Warding broken, worthless token!”
The
pendant that was dangling from the silver chain split with an audible
crack
and opened like a pistachio. Dark
pieces of faceted gemstone fell away, leaving a bright red gumball firmly
affixed to the chain.
While
Aletia gaped at the gumball, Lois took a deep breath and let it out very
slowly.
“When
you’re done with your flavor of the week, come to my place. We need to talk,”

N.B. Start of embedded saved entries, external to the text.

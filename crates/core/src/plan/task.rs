//! One planning task from candidates to timetable.

mod costs;

pub use costs::Cost;

use super::clock::{Machine, Window};
use super::criterion::{Criterion, Scaled, covariance_of};
use super::exact;
use super::problem::{Problem, Rates, VisitErrors, refuse};
use super::relaxed::{Relaxed, evaluate, optimise};
use super::search::{self, search};
use super::timetable::{Demands, Judge, Row, Stretch, timetable_information};
use crate::error::{Answer, Warning};
use crate::math;
use nalgebra::DMatrix;

/// What is to be planned. The first truth is the best guess; forecasts are for it.
#[derive(Debug, Clone)]
pub struct Task {
    /// Names of the free parameters.
    pub names: Vec<String>,
    /// Allowed energies W, strictly rising, GeV.
    pub w_gev: Vec<f64>,
    /// Rates at them for each possible truth.
    pub truths: Vec<Rates>,
    /// What is to be small.
    pub criterion: Criterion,
    /// The machine.
    pub machine: Machine,
    /// What every timetable has to contain.
    pub demands: Demands,
    /// Errors of each visit.
    pub errors: VisitErrors,
    /// Energy error common to a fill, GeV.
    pub fill_energy_gev: f64,
    /// Guaranteed efficiency wanted of the relaxed optimum, e.g. 0.999.
    pub wanted: f64,
    /// Drafts judged per start of the search for a timetable.
    pub effort: usize,
}

/// The plan.
#[derive(Debug, Clone, PartialEq)]
pub struct Plan {
    /// The relaxed optimum over the same beam.
    pub relaxed: Relaxed,
    /// Hours of beam in the windows.
    pub beam_h: f64,
    /// The same, weighted with luminosity.
    pub bright_h: f64,
    /// The timetable.
    pub rows: Vec<Row>,
    /// Criterion of the timetable, in units of the parameters (see [`Relaxed::criterion`]).
    pub criterion: f64,
    /// Lower bound of its efficiency: the relaxed optimum is counted as reachable.
    pub efficiency: f64,
    /// True if every timetable was judged.
    pub exact: bool,
    /// Efficiency of equal time at every allowed energy, against the relaxed optimum.
    pub uniform_efficiency: f64,
    /// What the user should know.
    pub warnings: Vec<Warning>,
    draft: Vec<Stretch>,
}

/// A task with its problems built.
pub struct Planner {
    task: Task,
    windows: Vec<Window>,
    beam_h: f64,
    bright_h: f64,
    /// Parameters only: timetables are judged with it.
    base: Problem,
    base_criterion: Scaled,
    /// With the fills' common energy as one more parameter.
    relaxed: Problem,
    relaxed_criterion: Criterion,
    search_draws: Vec<usize>,
}

/// Truths used inside the search; all of them judge the result.
const SEARCH_TRUTHS: usize = 16;
/// Timetables up to which everything is enumerated.
const ENUMERATION_LIMIT: u64 = 60_000;
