/** What the packed program carries, packed for real around a stand-in for Electron's own files. */
import { spawnSync } from 'node:child_process';
import fs from 'node:fs/promises';
import { tmpdir } from 'node:os';
import { join } from 'node:path';
import { fileURLToPath } from 'node:url';
import { afterAll, beforeAll, expect, test } from 'vitest';

const project = fileURLToPath(new URL('../..', import.meta.url));

/** How Electron's program marks the place of its fuses, from its own documentation; then version, count and states. */
const FUSE_MARK = 'dL7pKGdnNz796PbbjQWNKmHXBZaB9tsX';
const FUSES = Buffer.concat([Buffer.from(FUSE_MARK), Buffer.from([1, 8]), Buffer.from('10110001')]);

let folder: string;
let packed: string;
beforeAll(async () => {
  folder = await fs.mkdtemp(join(tmpdir(), 'skewback-packed-'));
  const write = async (path: string, content: string | Buffer): Promise<void> => {
    await fs.mkdir(join(folder, path, '..'), { recursive: true });
    await fs.writeFile(join(folder, path), content);
  };
  for (const name of ['package.json', 'electron-builder.yml', 'LICENSE'])
    await fs.copyFile(join(project, name), join(folder, name));
  for (const path of ['dist/desktop/main.cjs', 'dist/preload/preload.cjs', 'dist/renderer/index.html'])
    await write(path, path);
  for (const path of ['core/job/schema.ts', 'tests/a.test.ts', '.env', 'node_modules/konva/index.js'])
    await write(path, path);
  await write('electron/electron', FUSES);
  await write('electron/locales/en-GB.pak', '');
  await fs.mkdir(join(folder, 'electron', 'resources'));
  const run = spawnSync(
    process.execPath,
    [
      join(project, 'node_modules/electron-builder/cli.js'),
      ...['--linux', 'dir', '--x64', '--projectDir', folder],
      ...[`-c.electronDist=${join(folder, 'electron')}`, '-c.electronVersion=45.5.0'],
    ],
    { encoding: 'utf8', timeout: 100_000 },
  );
  if (run.status !== 0) throw new Error(run.stdout + run.stderr);
  packed = join(folder, 'out', 'linux-unpacked');
}, 120_000);
afterAll(() => fs.rm(folder, { recursive: true, force: true }));

/** File names in an asar: a header of JSON after sixteen bytes, its length in the last four of them. */
async function names(asar: string): Promise<string[]> {
  const bytes = await fs.readFile(asar);
  const header = JSON.parse(bytes.subarray(16, 16 + bytes.readUInt32LE(12)).toString()) as Entry;
  return filesOf(header, '');
}

interface Entry {
  readonly files?: Readonly<Record<string, Entry>>;
}

function filesOf({ files = {} }: Entry, path: string): string[] {
  return Object.entries(files).flatMap(([name, entry]) =>
    entry.files === undefined ? [path + name] : filesOf(entry, `${path}${name}/`),
  );
}

test('the packed program holds what was built and nothing else', async () => {
  expect((await names(join(packed, 'resources', 'app.asar'))).sort()).toEqual([
    'LICENSE',
    'dist/desktop/main.cjs',
    'dist/preload/preload.cjs',
    'dist/renderer/index.html',
    'package.json',
  ]);
});

test('the packed program runs its own code only', async () => {
  const program = await fs.readFile(join(packed, 'skewback'));
  const at = program.indexOf(FUSE_MARK) + FUSE_MARK.length + 2;
  // Run as Node, cookies, NODE_OPTIONS, inspector, integrity, only from the asar, snapshot, file:// privileges.
  expect(program.subarray(at, at + 8).toString()).toBe('01001100');
});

she said to a stunned Dallas. “It’s about Herb.” With a parting glare at
Aletia, Lois turned and shoved her way out of the saloon-style doors.
Dallas
watched her storm off, noticing for the first time the black shift and matching
loafers she was wearing. It was such a break from her usual brightly colored
halter tops, slim-fit jeans, and trendy high heels that he wondered if it
really was Lois walking from the bar. His brain chugged in place, trying to put
the pieces from the last few moments together.
“You’re
dead vampire friend’s ex-girlfriend is a bruja, a witch?” Aletia asked,
astonished. “You really know how to pick ‘em. We have to tell Colton. Vampires,
boo hags, and now a bruja? This place is a total hell spawn hot zone.”
Dallas
shook his head emphatically. “No, not Lois. She’s no witch. Look, I don’t know what
all that was just now, but that’s Lois. She’s not. I mean, she can’t be. No
way.”
In
response, Aletia held up her silver chain with the red gumball.
“That
was a two hundred year old talisman, fashioned at the request of William
Stoughton himself after he presided over the Salem Witch Trials. That puta
cracked it like a Cadbury Egg and turned it into a gumball. A
gumball!
” Aletia shook it for emphasis.
“And you are seriously telling me she’s not a witch?”
Grabbing
Dallas’s arm, she dragged him toward the exit.
“Come
on,” Aletia ordered. “We’re going back to camp.”
“But
she said it was about Herb,” he finally protested. “She wants to talk about
Herb. Lois hasn’t talked to me in weeks. Not a word, except for the, ‘get the
hell away from me,’ kinda words. If she wants to talk, I have to go see her. I
mean, maybe she’s forgiven me. Maybe she finally understands what I had to do
when I,” he coughed, throat gone momentarily dry. “When I killed… it. Him. When
I killed Herb.”
Unbidden
and wholly unexpected tears welled up and streamed down Dallas’s face.
“I
killed him, Aletia. I know I had to, and I know I saved Lois and a lot of
folks, but Lois doesn’t understand. Look, you have to let me talk to her. I
don’t know if she’s a witch or whatever, but if she is, it’s a phase or
something. It has to be.” The idea made sense and dug stubborn roots as he
talked it through.
“She
was real broken up when Herb died. She probably just, you know, got kinda
confused, and maybe
Charmed
was on. I
don’t know, but if she thinks she’s a witch, she’s not a bad witch. Not Lois.”